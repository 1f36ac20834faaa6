import sharp from 'sharp';
import type TestAgent from 'supertest/lib/agent';
import { afterAll, beforeAll, describe, expect, it } from 'vitest';
import type { AppInstance } from '../../server/app';
import type { Listing } from '../../server/features/listings/listing.entity';
import type { User } from '../../server/features/users/user.entity';
import { PHOTO_MESSAGES } from '../../shared/listings/photo-limits';
import { buildUser } from '../support/factories';
import { addPhoto, buildListing } from '../support/listing-factories';
import { badFiles, elevenMegabytes, gifImage, jpegPhoto, pixelBomb } from '../support/photo-fixtures';
import { photoState } from '../support/photo-storage';
import { uploadPhoto } from '../support/photo-uploads';
import { signedInAs } from '../support/sessions';
import { startTestApp } from '../support/test-app';

let app: AppInstance;
let seller: User;
let agent: TestAgent;
let listing: Listing;
beforeAll(async () => {
  app = await startTestApp();
  seller = await buildUser(app.ctx.dataSource);
  agent = await signedInAs(app, seller);
  listing = await buildListing(app.ctx.dataSource, seller);
});
afterAll(() => app.close());

const WRONG_TYPE = { status: 415, code: 'photo_type', message: PHOTO_MESSAGES.wrongType };
const UNREADABLE = { status: 422, code: 'photo_unreadable', message: PHOTO_MESSAGES.unreadable };

interface RefusedFile {
  label: string;
  make: () => Buffer | Promise<Buffer>;
  filename: string;
  contentType: string;
  expected: { status: number; code: string; message: string };
  /** The OWASP File Upload Cheat Sheet requirement the case checks. */
  requirement: string;
}

const sent = (file: { bytes: Buffer; filename: string; contentType: string }) => ({
  make: () => file.bytes,
  filename: file.filename,
  contentType: file.contentType,
});

/** The name and declared type of each file are chosen to pass for a photo: only the content may decide. */
const CASES: RefusedFile[] = [
  {
    label: 'a text file renamed .jpg',
    ...sent(badFiles.textRenamedJpg),
    expected: WRONG_TYPE,
    requirement: 'validate the type by content',
  },
  { label: 'a 0-byte file', ...sent(badFiles.emptyFile), expected: WRONG_TYPE, requirement: 'validate the type' },
  {
    label: 'an SVG with a script inside',
    ...sent(badFiles.svg),
    expected: WRONG_TYPE,
    requirement: 'allow-list the accepted types',
  },
  {
    label: 'a script sent as image/jpeg',
    ...sent(badFiles.scriptAsJpeg),
    expected: WRONG_TYPE,
    requirement: "don't trust the Content-Type header",
  },
  {
    label: 'a GIF',
    make: gifImage,
    filename: 'board.gif',
    contentType: 'image/gif',
    expected: WRONG_TYPE,
    requirement: 'allow-list the accepted types',
  },
  {
    label: 'a file that begins as a JPEG but is not one',
    ...sent(badFiles.damagedJpeg),
    expected: UNREADABLE,
    requirement: 'image rewriting',
  },
  {
    label: 'a 50 KB PNG declaring 20 000 × 20 000 pixels',
    make: () => pixelBomb(),
    filename: 'bomb.png',
    contentType: 'image/png',
    expected: UNREADABLE,
    requirement: 'protect against decompression bombs',
  },
  {
    label: 'an 11 MB file',
    make: elevenMegabytes,
    filename: 'huge.jpg',
    contentType: 'image/jpeg',
    expected: { status: 413, code: 'photo_too_large', message: PHOTO_MESSAGES.tooLarge },
    requirement: 'set a file size limit',
  },
];

describe('POST /api/listings/:id/photos refuses', () => {
  for (const { label, make, filename, contentType, expected, requirement } of CASES) {
    it(`${label} with ${expected.status}, storing nothing (${requirement})`, async () => {
      const before = await photoState(app);

      const res = await uploadPhoto(agent, listing.id, await make(), filename, contentType);

      expect(res.status).toBe(expected.status);
      expect(res.body.error).toEqual({ code: expected.code, message: expected.message });
      expect(await photoState(app)).toEqual(before);
    });
  }

  it('a 13th photo with 409, storing nothing', async () => {
    const full = await buildListing(app.ctx.dataSource, seller);
    for (let i = 0; i < 12; i += 1) await addPhoto(app.ctx, full, seller);
    const before = await photoState(app);

    const res = await uploadPhoto(agent, full.id, await jpegPhoto());

    expect(res.status).toBe(409);
    expect(res.body.error).toEqual({ code: 'photo_limit', message: PHOTO_MESSAGES.limit });
    expect(await photoState(app)).toEqual(before);
  });

  it('an upload without a photo, in another field, with extra fields or with two files, with 400', async () => {
    const before = await photoState(app);
    const photo = await jpegPhoto();
    const url = `/api/listings/${listing.id}/photos`;

    const none = await agent.post(url).send({});
    const otherField = await agent.post(url).attach('image', photo, 'board.jpg');
    const extraField = await agent.post(url).field('caption', 'Front view').attach('photo', photo, 'board.jpg');
    const twoFiles = await agent.post(url).attach('photo', photo, 'a.jpg').attach('photo', photo, 'b.jpg');

    expect(none.body.error).toEqual({ code: 'photo_missing', message: PHOTO_MESSAGES.missing });
    for (const res of [otherField, extraField, twoFiles])
      expect([res.status, res.body.error]).toEqual([
        400,
        { code: 'photo_upload_shape', message: PHOTO_MESSAGES.oneFile },
      ]);
    expect(none.status).toBe(400);
    expect(await photoState(app)).toEqual(before);
  });
});

describe('the pixel-bomb fixture', () => {
  it('is a well-formed PNG declaring 400 megapixels in under 60 KB', async () => {
    const bomb = pixelBomb();
    const meta = await sharp(bomb, { limitInputPixels: false }).metadata();
    expect([meta.format, meta.width, meta.height]).toEqual(['png', 20_000, 20_000]);
    expect(bomb.length).toBeLessThan(60_000);
  });
});
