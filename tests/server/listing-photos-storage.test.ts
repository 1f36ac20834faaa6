import { afterAll, beforeAll, describe, expect, it } from 'vitest';
import type { AppInstance } from '../../server/app';
import type { User } from '../../server/features/users/user.entity';
import { PHOTO_MESSAGES } from '../../shared/listings/photo-limits';
import { buildUser } from '../support/factories';
import { addPhoto, buildListing } from '../support/listing-factories';
import { jpegPhoto } from '../support/photo-fixtures';
import { photoObjects, photoRows, photoState } from '../support/photo-storage';
import { uploadPhoto } from '../support/photo-uploads';
import { signedInAs } from '../support/sessions';
import { startStorageProxy, type ProxyDecision } from '../support/storage-proxy';
import { closedPort } from '../support/tcp-proxy';
import { startTestApp } from '../support/test-app';
import { testConfig } from '../support/test-env';

/**
 * Failures part-way through an upload leave nothing half-made: no row without both stored sizes, no stored size
 * without a row. Storage failures are staged with a closed port or a proxy in front of the test S3 server; the
 * shared services are never stopped.
 */
let app: AppInstance;
let seller: User;
beforeAll(async () => {
  app = await startTestApp();
  seller = await buildUser(app.ctx.dataSource);
});
afterAll(() => app.close());

const s3 = () => testConfig().s3;

/** An app whose storage goes through a proxy that `decide` controls. */
async function appBehindProxy(decide: Parameters<typeof startStorageProxy>[1]) {
  const proxy = await startStorageProxy(s3().endpoint!, decide);
  const proxied = await startTestApp({ s3: { ...s3(), endpoint: proxy.endpoint } });
  return {
    app: proxied,
    close: async () => {
      await proxied.close();
      await proxy.close();
    },
  };
}

describe('a storage outage', () => {
  it('answers 503 with a clear message and stores no row and no object', async () => {
    const down = await startTestApp({ s3: { ...s3(), endpoint: `http://127.0.0.1:${await closedPort()}` } });
    try {
      const listing = await buildListing(app.ctx.dataSource, seller);
      const before = await photoState(app);

      const res = await uploadPhoto(await signedInAs(down, seller), listing.id, await jpegPhoto());

      expect(res.status).toBe(503);
      expect(res.body.error).toEqual({
        code: 'storage_unavailable',
        message: PHOTO_MESSAGES.storageDown,
        retryAfterSeconds: 30,
      });
      expect(res.headers['retry-after']).toBe('30');
      expect(await photoState(app)).toEqual(before);
    } finally {
      await down.close();
    }
  });

  it('removes the size already stored when storing the other one fails', async () => {
    const seen: string[] = [];
    const staged = await appBehindProxy((req): ProxyDecision => {
      const path = new URL(req.url!, 'http://storage').pathname;
      seen.push(`${req.method} ${path}`);
      return req.method === 'PUT' && path.endsWith('/display.jpg') ? 'fail' : 'pass';
    });
    try {
      const listing = await buildListing(app.ctx.dataSource, seller);
      const before = await photoState(app);

      const res = await uploadPhoto(await signedInAs(staged.app, seller), listing.id, await jpegPhoto());

      expect(res.status).toBe(503);
      const thumb = seen.find((r) => r.startsWith('PUT') && r.endsWith('/thumb.jpg'))!.slice(4);
      expect(seen).toContain(`DELETE ${thumb}`);
      expect(await photoState(app)).toEqual(before);
    } finally {
      await staged.close();
    }
  });
});

describe('a database refusal after both sizes are stored', () => {
  it('deletes both stored sizes when the listing is reserved while its photo is being stored', async () => {
    const listing = await buildListing(app.ctx.dataSource, seller);
    let reserved = false;
    // A buyer's payment reserves the listing between the checks before the upload and the row's transaction.
    const staged = await appBehindProxy(async (req): Promise<ProxyDecision> => {
      if (req.method === 'PUT' && !reserved) {
        reserved = true;
        await app.ctx.dataSource.query("UPDATE listings SET state = 'reserved' WHERE id = ?", [listing.id]);
      }
      return 'pass';
    });
    try {
      const before = await photoState(app);

      const res = await uploadPhoto(await signedInAs(staged.app, seller), listing.id, await jpegPhoto());

      expect(reserved).toBe(true);
      expect(res.status).toBe(409);
      expect(res.body.error.message).toBe('This listing is reserved, so it can no longer be changed.');
      expect(await photoState(app)).toEqual(before);
    } finally {
      await staged.close();
    }
  });

  it('keeps the limit of 12 when two uploads race for the last place, leaving no orphan objects', async () => {
    const listing = await buildListing(app.ctx.dataSource, seller);
    for (let i = 0; i < 11; i += 1) await addPhoto(app.ctx, listing, seller);
    const objectsBefore = (await photoObjects(app)).length;
    const rowsBefore = await photoRows(app);
    const [a, b] = [await signedInAs(app, seller), await signedInAs(app, seller)];
    const photo = await jpegPhoto();

    const answers = await Promise.all([uploadPhoto(a, listing.id, photo), uploadPhoto(b, listing.id, photo)]);

    expect(answers.map((r) => r.status).sort()).toEqual([201, 409]);
    expect(await photoRows(app)).toBe(rowsBefore + 1);
    expect((await photoObjects(app)).length).toBe(objectsBefore + 2);
    const [{ n }] = await app.ctx.dataSource.query('SELECT COUNT(*) AS n FROM listing_photos WHERE listing_id = ?', [
      listing.id,
    ]);
    expect(Number(n)).toBe(12);
  });
});
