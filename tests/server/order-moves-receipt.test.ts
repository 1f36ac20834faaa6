import { PDFDocument, PDFRawStream, decodePDFRawStream } from 'pdf-lib';
import type TestAgent from 'supertest/lib/agent';
import { afterAll, beforeAll, describe, expect, it } from 'vitest';
import type { AppInstance } from '../../server/app';
import type { User } from '../../server/features/users/user.entity';
import { buildUser } from '../support/factories';
import { buildOrder } from '../support/order-factories';
import { signedInAs } from '../support/sessions';
import { startTestApp } from '../support/test-app';

let app: AppInstance;
let buyer: User;
let seller: User;
let buyerAgent: TestAgent;
let sellerAgent: TestAgent;

beforeAll(async () => {
  app = await startTestApp();
  buyer = await buildUser(app.ctx.dataSource, { displayName: 'Marsh Lane Modellers' });
  seller = await buildUser(app.ctx.dataSource, { displayName: 'Tollgate Benchwork' });
  buyerAgent = await signedInAs(app, buyer);
  sellerAgent = await signedInAs(app, seller);
}, 60_000);
afterAll(() => app.close());

/** Download a receipt and read back its title and the text drawn on its page (hex strings of Tj operators). */
async function receipt(agent: TestAgent, orderId: number) {
  const res = await agent
    .get(`/api/orders/${orderId}/receipt.pdf`)
    .buffer(true)
    .parse((r, done) => {
      const chunks: Buffer[] = [];
      r.on('data', (c: Buffer) => chunks.push(c));
      r.on('end', () => done(null, Buffer.concat(chunks)));
    })
    .expect(200);
  expect(res.headers['content-type']).toBe('application/pdf');
  expect(res.headers['content-disposition']).toBe(`attachment; filename="benchwright-order-${orderId}-receipt.pdf"`);
  const doc = await PDFDocument.load(res.body as Buffer);
  const streams = doc.context
    .enumerateIndirectObjects()
    .flatMap(([, object]) => (object instanceof PDFRawStream ? [decodePDFRawStream(object).decode()] : []));
  const raw = streams.map((bytes) => Buffer.from(bytes).toString('latin1')).join('\n');
  const text = [...raw.matchAll(/<([0-9A-Fa-f]*)> Tj/g)]
    .map((m) => Buffer.from(m[1]!, 'hex').toString('latin1'))
    .join('\n');
  return { title: doc.getTitle(), pages: doc.getPageCount(), text };
}

describe('GET /api/orders/:id/receipt.pdf', () => {
  it('gives the buyer a one-page receipt of what they paid, without the seller’s side of the money', async () => {
    const order = await buildOrder(app.ctx.dataSource, buyer, seller, { state: 'sent', itemMinor: 24_000 });
    const pdf = await receipt(buyerAgent, order.id);
    expect(pdf.title).toBe(`Benchwright receipt for order ${order.id}`);
    expect(pdf.pages).toBe(1);
    expect(pdf.text).toContain('Bought by Marsh Lane Modellers from Tollgate Benchwork');
    expect(pdf.text).toMatch(/Total paid\n£240\.00/);
    expect(pdf.text).not.toContain('commission');
  });

  it('gives the seller a copy with the commission and their payout', async () => {
    // 24 000 p at 800 bp: commission 1 920 p, payout 22 080 p (shared/orders/money.ts, our rule).
    const order = await buildOrder(app.ctx.dataSource, buyer, seller, { state: 'received', itemMinor: 24_000 });
    const pdf = await receipt(sellerAgent, order.id);
    expect(pdf.text).toContain('Sale receipt');
    expect(pdf.text).toMatch(/Benchwright commission \(8\.00 %\)\n- £19\.20/);
    expect(pdf.text).toMatch(/Payout to the seller\n£220\.80/);
  });

  it('answers 409 before the order is paid and 404 to anyone outside it', async () => {
    const unpaid = await buildOrder(app.ctx.dataSource, buyer, seller, { state: 'awaiting_payment' });
    const res = await buyerAgent.get(`/api/orders/${unpaid.id}/receipt.pdf`).expect(409);
    expect(res.body.error.message).toBe('A receipt is available once the order has been paid.');
    const stranger = await signedInAs(app, await buildUser(app.ctx.dataSource));
    const paid = await buildOrder(app.ctx.dataSource, buyer, seller, { state: 'sent' });
    await stranger.get(`/api/orders/${paid.id}/receipt.pdf`).expect(404);
  });
});

describe('GET /api/orders', () => {
  it('lists a member’s purchases and sales separately, newest first, with the other side named', async () => {
    const ds = app.ctx.dataSource;
    const me = await buildUser(ds);
    const other = await buildUser(ds, { displayName: 'Fenwick Junction Club' });
    const bought = await buildOrder(ds, me, other, { state: 'sent', itemMinor: 12_000 });
    const bought2 = await buildOrder(ds, me, other, { state: 'paid_held', itemMinor: 8_000 });
    const sold = await buildOrder(ds, other, me, { state: 'received', itemMinor: 10_000 });
    const agent = await signedInAs(app, me);
    const buying = (await agent.get('/api/orders?side=buying').expect(200)).body;
    expect(buying.items.map((o: { id: number }) => o.id)).toEqual([bought2.id, bought.id]);
    expect(buying.items[1]).toMatchObject({
      otherParty: 'Fenwick Junction Club',
      amountMinor: 12_000,
      stateLabel: 'On its way',
    });
    const selling = (await agent.get('/api/orders?side=selling').expect(200)).body;
    // A sale shows what the seller is due: 10 000 p less 8 % commission.
    expect(selling.items).toMatchObject([{ id: sold.id, amountMinor: 9_200, otherParty: 'Fenwick Junction Club' }]);
    await agent.get('/api/orders?side=lending').expect(422);
  });
});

-=-=-=-=-

From the entries above, list each line with "chunks" in it.

      const chunks: Buffer[] = [];
      r.on('data', (c: Buffer) => chunks.push(c));
      r.on('end', () => done(null, Buffer.concat(chunks)));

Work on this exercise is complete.